Data for review:
BEGIN

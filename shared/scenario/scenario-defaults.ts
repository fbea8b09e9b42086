/**
 * Every default the scenario schema fills in, with where each value comes from. The normalised
 * scenario that a run stores shows these values, so a user sees and can override each of them.
 */
export const SCENARIO_DEFAULTS = {
  /** Water temperature when none is given, degrees Celsius (a typical greenhouse value). */
  waterTemperatureC: 20,
  run: {
    /** Simulated time, s (six hours: several flood-and-drain cycles). */
    durationS: 6 * 3600,
    /** Spacing of the output samples, s. */
    outputIntervalS: 5,
    /** Relative tolerance of the adaptive integrator. */
    tolerance: 1e-8,
    friction: 'darcy-weisbach',
  },
  /**
   * Pipe materials: Hazen–Williams C and absolute roughness, m.
   * PVC and PE: C = 150 (Ill. Admin. Code tit. 77 pt. 906 App. A Exh. I, plastic pipe; LMNO
   * Engineering table "plastic 140–150"); roughness 1.5e-6 m (drawn tubing / plastic in Moody-chart
   * tables). Copper: C = 150 (from memory, NFPA 13 table), roughness 1.5e-6 m (drawn tubing, Moody
   * tables). Steel: C = 120 (from memory, NFPA 13 black steel), roughness 4.5e-5 m (commercial
   * steel, LMNO Engineering table).
   */
  materials: {
    pvc: { hazenWilliamsC: 150, roughnessM: 1.5e-6 },
    pe: { hazenWilliamsC: 150, roughnessM: 1.5e-6 },
    copper: { hazenWilliamsC: 150, roughnessM: 1.5e-6 },
    steel: { hazenWilliamsC: 120, roughnessM: 4.5e-5 },
  },
  material: 'pvc',
  /**
   * Inter-particle porosity of bed media (fraction of the bed volume that holds water).
   * Gravel 0.40: clean uniformly graded crushed stone (StormTech Tech Sheet #1, "Porosity of
   * structural backfill", 2012). Expanded clay 0.42: bed void fraction 0.40–0.45 (from memory).
   * Lava rock 0.45 (from memory; irregular scoria packs more loosely than rounded gravel). No media:
   * 1 (open water).
   */
  mediaPorosity: { gravel: 0.4, 'expanded-clay': 0.42, 'lava-rock': 0.45, none: 1 },
  /**
   * Minor-loss coefficients K (h = K·v²/2g) of one fitting. Elbows and tees: screwed fittings from
   * the equivalent lengths of ICC 2018 IRC Appendix A Table A.2.2 (90° elbow L/d 30 → 0.90, 45°
   * L/d 14 → 0.42, tee branch L/d 60 → 1.80; tee run L/d 20 → 0.60, from memory). Ball valve fully
   * open 0.08 (full-port ball valve L/d 3, Crane TP-410, from memory). Sharp entrance 0.5 (Crane,
   * Idelchik; Rishel, HVAC Pump Handbook 2nd ed. Table 3.7). Exit 1.0 (textbook: the outlet's
   * velocity head is lost). Bell return 1.5: the 180° turn over the standpipe rim inside a bell,
   * taken as a threaded 180° return bend (Munson-type table via LMNO Engineering; an analogy).
   */
  lossCoefficients: {
    elbow90: 0.9,
    elbow45: 0.42,
    teeRun: 0.6,
    teeBranch: 1.8,
    ballValve: 0.08,
    entrance: 0.5,
    exit: 1,
    bellReturn: 1.5,
  },
  /**
   * Orifice discharge coefficient C_d = C_c·C_v of a sharp-edged hole (weep holes, leaks, wall
   * overflows): 0.61, from 0.603–0.621 for circular orifices (Encyclopaedia Britannica 11th ed.,
   * 1911, "Hydromechanics" by W. C. Unwin, §§17–20, Hamilton Smith's table).
   */
  orificeDischargeCoefficient: 0.61,
  /**
   * Sharp-crested weir coefficient C_w in Q = C_w·L·H^1.5, m^0.5/s: 1.838 = 3.33 ft^0.5/s (USDA-SCS
   * riser practice), = (2/3)·0.62·√(2g); EPA SWMM 5 uses C_w/√(2g) = 0.414.
   */
  weirCoefficientSqrtMPerS: 1.838,
  /**
   * Priming coefficient k_p in Q_prime = k_p·√(g·D_s⁵). No published value exists for bell
   * siphons; this default is an analogy with vertical drain stacks, where the falling film closes
   * into water plugs at a fill fraction of about 1/4–1/3 (Wyly & Eaton, NBS BMS 132, 1952; Dawson &
   * Kalinske 1937). The design fill 7/24 gives about 15 L/min for a 1-inch Schedule 40 bore, i.e.
   * k_p ≈ 0.7 (range 0.55–0.9). Calibrate it from measured cycles.
   */
  primingCoefficient: 0.7,
  /** Calibration multiplier on a drain's losses (1 = as computed). */
  dischargeLossMultiplier: 1,
  /** Pump flow scale (1 = as on the datasheet; below 1 for a worn or clogged pump). */
  pumpFlowScale: 1,
  /** Number of samples of H = H0·(1 − (Q/Q0)²) stored for a pump given by max head and flow. */
  parabolaSamples: 11,
} as const;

END

Everything in the listing above should be duplicated exactly.

Your solution:
filename shared/scenario/scenario-defaults.ts
repository fbea8b09e9b42086
/**
 * Every default the scenario schema fills in, with where each value comes from. The normalised
 * scenario that a run stores shows these values, so a user sees and can override each of them.
 */
export const SCENARIO_DEFAULTS = {
  /** Water temperature when none is given, degrees Celsius (a typical greenhouse value). */
  waterTemperatureC: 20,
  run: {
    /** Simulated time, s (six hours: several flood-and-drain cycles). */
    durationS: 6 * 3600,
    /** Spacing of the output samples, s. */
    outputIntervalS: 5,
    /** Relative tolerance of the adaptive integrator. */
    tolerance: 1e-8,
    friction: 'darcy-weisbach',
  },
  /**
   * Pipe materials: Hazen–Williams C and absolute roughness, m.
   * PVC and PE: C = 150 (Ill. Admin. Code tit. 77 pt. 906 App. A Exh. I, plastic pipe; LMNO
   * Engineering table "plastic 140–150"); roughness 1.5e-6 m (drawn tubing / plastic in Moody-chart
   * tables). Copper: C = 150 (from memory, NFPA 13 table), roughness 1.5e-6 m (drawn tubing, Moody
   * tables). Steel: C = 120 (from memory, NFPA 13 black steel), roughness 4.5e-5 m (commercial
   * steel, LMNO Engineering table).
   */
  materials: {
    pvc: { hazenWilliamsC: 150, roughnessM: 1.5e-6 },
    pe: { hazenWilliamsC: 150, roughnessM: 1.5e-6 },
    copper: { hazenWilliamsC: 150, roughnessM: 1.5e-6 },
    steel: { hazenWilliamsC: 120, roughnessM: 4.5e-5 },
  },
  material: 'pvc',
  /**
   * Inter-particle porosity of bed media (fraction of the bed volume that holds water).
   * Gravel 0.40: clean uniformly graded crushed stone (StormTech Tech Sheet #1, "Porosity of
   * structural backfill", 2012). Expanded clay 0.42: bed void fraction 0.40–0.45 (from memory).
   * Lava rock 0.45 (from memory; irregular scoria packs more loosely than rounded gravel). No media:
   * 1 (open water).
   */
  mediaPorosity: { gravel: 0.4, 'expanded-clay': 0.42, 'lava-rock': 0.45, none: 1 },
  /**
   * Minor-loss coefficients K (h = K·v²/2g) of one fitting. Elbows and tees: screwed fittings from
   * the equivalent lengths of ICC 2018 IRC Appendix A Table A.2.2 (90° elbow L/d 30 → 0.90, 45°
   * L/d 14 → 0.42, tee branch L/d 60 → 1.80; tee run L/d 20 → 0.60, from memory). Ball valve fully
   * open 0.08 (full-port ball valve L/d 3, Crane TP-410, from memory). Sharp entrance 0.5 (Crane,
   * Idelchik; Rishel, HVAC Pump Handbook 2nd ed. Table 3.7). Exit 1.0 (textbook: the outlet's
   * velocity head is lost). Bell return 1.5: the 180° turn over the standpipe rim inside a bell,
   * taken as a threaded 180° return bend (Munson-type table via LMNO Engineering; an analogy).
   */
  lossCoefficients: {
    elbow90: 0.9,
    elbow45: 0.42,
    teeRun: 0.6,
    teeBranch: 1.8,
    ballValve: 0.08,
    entrance: 0.5,
    exit: 1,
    bellReturn: 1.5,
  },
  /**
   * Orifice discharge coefficient C_d = C_c·C_v of a sharp-edged hole (weep holes, leaks, wall
   * overflows): 0.61, from 0.603–0.621 for circular orifices (Encyclopaedia Britannica 11th ed.,
   * 1911, "Hydromechanics" by W. C. Unwin, §§17–20, Hamilton Smith's table).
   */
  orificeDischargeCoefficient: 0.61,
  /**
   * Sharp-crested weir coefficient C_w in Q = C_w·L·H^1.5, m^0.5/s: 1.838 = 3.33 ft^0.5/s (USDA-SCS
   * riser practice), = (2/3)·0.62·√(2g); EPA SWMM 5 uses C_w/√(2g) = 0.414.
   */
  weirCoefficientSqrtMPerS: 1.838,
  /**
   * Priming coefficient k_p in Q_prime = k_p·√(g·D_s⁵). No published value exists for bell
   * siphons; this default is an analogy with vertical drain stacks, where the falling film closes
   * into water plugs at a fill fraction of about 1/4–1/3 (Wyly & Eaton, NBS BMS 132, 1952; Dawson &
   * Kalinske 1937). The design fill 7/24 gives about 15 L/min for a 1-inch Schedule 40 bore, i.e.
   * k_p ≈ 0.7 (range 0.55–0.9). Calibrate it from measured cycles.
   */
  primingCoefficient: 0.7,
  /** Calibration multiplier on a drain's losses (1 = as computed). */
  dischargeLossMultiplier: 1,
  /** Pump flow scale (1 = as on the datasheet; below 1 for a worn or clogged pump). */
  pumpFlowScale: 1,
  /** Number of samples of H = H0·(1 − (Q/Q0)²) stored for a pump given by max head and flow. */
  parabolaSamples: 11,
} as const;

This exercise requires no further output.